Thursday, October 27, 2016

1790's Headdress -- a tutorial

Necessity is the mother of invention, or so they say.  When making preparations to attend a 1790's ball, it occurred to me that I didn't have the proper accessories to wear with my Chemise a la Reine as I had styled it from a portrait from 1783.  I originally made a lovely straw hat to wear with it during the day which you can see in this post.  I thought a headdress of some sort plus 1790's shoes were in order to wear to a ball that included an evening of English Country Dance.   I envisioned something with plumes that could be worn with my hedgehog wig.  I looked at some portraits:

I was particularly taken with the last portrait.  I love the wispiness of the sheer fabric along with the darker band and pearls.  I used this for my inspiration.    

For my project, I used the following materials:  Silk taffeta, silk gauze,  batting, glass pearls, wire, felt, ostrich plumes.  The first task was to measure the size of the band needed.  I blocked my wig on a head block which matches my size and measured.  I tamed the wig a bit with bobby pins and used a measuring tape to determine the size of the band.  It measured around 30 inches.

I rolled the thin batting to make a long solid tube around an inch in diameter by 30 inches long then stitched the tube closed.

Next, I folded the cut edge of my silk in by 1/4 inch and rolled it around the tube, pinning it in place.

I stitched the silk in place, connected the ends and sewed the silk closed.

The band is complete.  I checked to make sure the fit was correct.

Next I strung my glass pearls on a piece of beading wire.  At this point I wasn't sure how many beads I'd need so I figured I'd cut the wire long enough to be able to add more beads if I needed them.

I wrapped the beads around the fabric tube and twisted the wire ends together, hiding them in the folds of the fabric.

I placed the band on the wig again and used my measuring tape to try to "guesstimate" the size of the circle I would need for the sheer part of the headpiece.  This was definitely a situation of making it up as I went along!  I determined that I would need a 30 inch wide circle in order to have enough fabric to manipulate it into folds of some sort.

I pressed under 1/4 inch around the edge of the circle and pleated it to the headpiece.  I didn't measure the pleats, but they were quite deep--over an inch deep. When I was pleased with the pleating, I whip stitched it in place to the headpiece.

Here is the result so far.  The sheer part of the cap is very tall--much like a chef's hat!  Now it's time to manipulate it!

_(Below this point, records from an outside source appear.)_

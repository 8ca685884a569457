/** Sign-in, lockout, password change and invitations: the work, without HTTP. */
import { createHash, randomBytes } from 'node:crypto';
import { Op } from 'sequelize';
import { User } from '../models/index.js';
import { database } from '../lib/database.js';
import { AppError, badRequest, tooManyAttempts } from '../lib/errors.js';
import { hashPassword, verifyPassword } from '../lib/passwords.js';
import type { SessionUser } from '../shared/auth.js';
import { loadSessionUser } from './session-user.js';

/** Consecutive failures that lock an account, and for how long. */
export const LOCKOUT_AFTER_FAILURES = 5;
export const LOCKOUT_MINUTES = 15;
export const INVITATION_DAYS = 7;

// Compared against when the e-mail is unknown, so a wrong e-mail costs as long as a wrong password.
const UNKNOWN_USER_HASH = await hashPassword(randomBytes(16).toString('hex'));

const invalidCredentials = () => new AppError('invalid-credentials', 'The e-mail or the password is wrong.', 401);

function lockedMessage(until: Date): AppError {
  const minutes = Math.max(1, Math.ceil((until.getTime() - Date.now()) / 60_000));
  return tooManyAttempts(
    `This account is locked after ${LOCKOUT_AFTER_FAILURES} failed sign-ins. Try again in ${minutes} minute${minutes === 1 ? '' : 's'}, or ask an administrator.`,
    minutes * 60,
  );
}

export async function authenticate(email: string, password: string): Promise<SessionUser> {
  const user = await User.findOne({ where: { email: email.toLowerCase() } });
  if (!user || user.status !== 'active') {
    await verifyPassword(password, UNKNOWN_USER_HASH);
    throw invalidCredentials();
  }
  if (user.lockedUntil && user.lockedUntil > new Date()) throw lockedMessage(user.lockedUntil);
  if (!(await verifyPassword(password, user.passwordHash))) {
    const failures = user.failedSignIns + 1;
    const lock = failures >= LOCKOUT_AFTER_FAILURES ? new Date(Date.now() + LOCKOUT_MINUTES * 60_000) : null;
    await user.update({ failedSignIns: lock ? 0 : failures, lockedUntil: lock });
    if (lock) throw lockedMessage(lock);
    throw invalidCredentials();
  }
  if (user.failedSignIns > 0 || user.lockedUntil) await user.update({ failedSignIns: 0, lockedUntil: null });
  const sessionUser = await loadSessionUser(user.id);
  if (!sessionUser) throw invalidCredentials();
  return sessionUser;
}

/**
 * Changes the password and ends the user's other sessions (every other browser signs in again with
 * the new password); the session `keepSessionId` that asked for the change stays signed in.
 */
export async function changePassword(userId: number, currentPassword: string, newPassword: string, keepSessionId?: string): Promise<void> {
  const user = await User.findByPk(userId);
  if (!user || !(await verifyPassword(currentPassword, user.passwordHash))) {
    throw badRequest('currentPassword: is not your current password', [{ field: 'currentPassword', message: 'is not your current password' }]);
  }
  await user.update({ passwordHash: await hashPassword(newPassword), version: user.version + 1 });
  await endSessions(userId, keepSessionId);
}

/**
 * Ends every stored session of a user ("sign out everywhere"), except `keepSessionId` when given:
 * deletes their rows from the PostgreSQL session store (connect-pg-simple's table; passport keeps
 * the user id at sess.passport.user). A browser holding a deleted session id is simply signed out.
 * Returns how many sessions ended.
 */
export async function endSessions(userId: number, keepSessionId?: string): Promise<number> {
  const [, result] = await database().query(`DELETE FROM "session" WHERE (sess -> 'passport' ->> 'user') = :user AND sid <> :keep`, {
    replacements: { user: String(userId), keep: keepSessionId ?? '' },
  });
  return (result as { rowCount?: number } | undefined)?.rowCount ?? 0;
}

export function hashInvitationToken(token: string): string {
  return createHash('sha256').update(token).digest('hex');
}

/** A fresh invitation token: the e-mail carries the token, the database only its hash. */
export function newInvitationToken(): { token: string; hash: string; expiresAt: Date } {
  const token = randomBytes(32).toString('base64url');
  return { token, hash: hashInvitationToken(token), expiresAt: new Date(Date.now() + INVITATION_DAYS * 86_400_000) };
}

export async function acceptInvitation(token: string, name: string, password: string): Promise<SessionUser> {
  const user = await User.findOne({
    where: { invitationTokenHash: hashInvitationToken(token), status: 'invited', invitationExpiresAt: { [Op.gt]: new Date() } },
  });
  if (!user) {
    throw new AppError('invalid-invitation', 'This invitation is not valid any more: ask your administrator to send a new one.', 400, [
      { field: 'token', message: 'is not valid any more' },
    ]);
  }
  await user.update({
    name,
    passwordHash: await hashPassword(password),
    status: 'active',
    invitationTokenHash: null,
    invitationExpiresAt: null,
    version: user.version + 1,
  });
  const sessionUser = await loadSessionUser(user.id);
  if (!sessionUser) throw new AppError('invalid-invitation', 'This invitation could not be accepted.', 400);
  return sessionUser;
}
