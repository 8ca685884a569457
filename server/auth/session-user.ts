import type { SessionUser } from '../shared/auth.js';
import { Organization, User } from '../models/index.js';

/** Loads the signed-in user with their organisation, or null when absent or no longer active. */
export async function loadSessionUser(id: number): Promise<SessionUser | null> {
  const user = await User.findByPk(id, { include: [{ model: Organization, as: 'organization' }] });
  if (!user || user.status !== 'active') return null;
  const organization = (user as User & { organization: Organization }).organization;
  return {
    id: user.id,
    email: user.email,
    name: user.name,
    role: user.role,
    organization: { id: organization.id, name: organization.name },
  };
}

This part is hard to describe.  I pushed the center of the cap down and made random pleats with the fabric while the headpiece was on the wig.  I pinned each pleat in place.

Here you can see the pleats from the top. These pleats were just invisibly tacked in place rather than stitched down.

I knew that I'd need a way to secure the plumes so I made a half cockade.  I cut a strip of silk 4 - 5 inches wide, folded it in half lengthwise and pressed it.  I pleated the strip to form a half of a cockade and pressed it.  The pleats were then stitched in place from behind.

The inspiration portrait has 3 plumes:  two white ones with a black one in the middle on top of the white ones--so I decided to do something similar.  The plumes were curled so they did not stand up straight and positioned them the way I wanted them.  I had cut two pieces of blue felt into half circles smaller than my cockade.  The plumes were sandwiched between the felt pieces and stitched in place.

The cockade was stitched on top of the felt pieces, stitching under the pleats and along the bottom.

The plume assembly was then secured to the headpiece by tucking it in the headband and stitching it in place to the band.  This does leave it somewhat lose when wearing but I use pearl headed hat pins to secure it better to my hair.  The pins can be hidden in the folds of the fabric.

Here's a view from the top.

I also decided to add some shoe clips to my American Duchess Pemberly shoes.  I had previously worn my chemise with 1780's shoes and I wanted to dress up my plain Pemberly pair.

Materials for this project were scraps of heavy Pellon, 1.5 inch double faced silk satin ribbon, shoe clips.

I cut pieces of Pellon to the contour of the shoe for the base of the ornament.  I then gathered the ribbon as shown in this post.

The ends of the ribbon were tucked under and the gathered ribbon was tacked to the Pellon base. Three shoe clips were attached to make sure that the clips would be secure during a night of dancing.


Here are some pics from the ball showing the finished items!  

The complete outfit included the items made plus a blue silk sash, a lover's eye pendant (tutorial in this post) and white leather gloves.  Chemise a la Reine is worn over 18th century stays, Regency chemise and two white linen petticoats. Ties were added inside the side backs of the Chemise to draw up the train. Earrings are by Dames a la Mode.

I love having several sets of accessories to make this gown work for two different decades!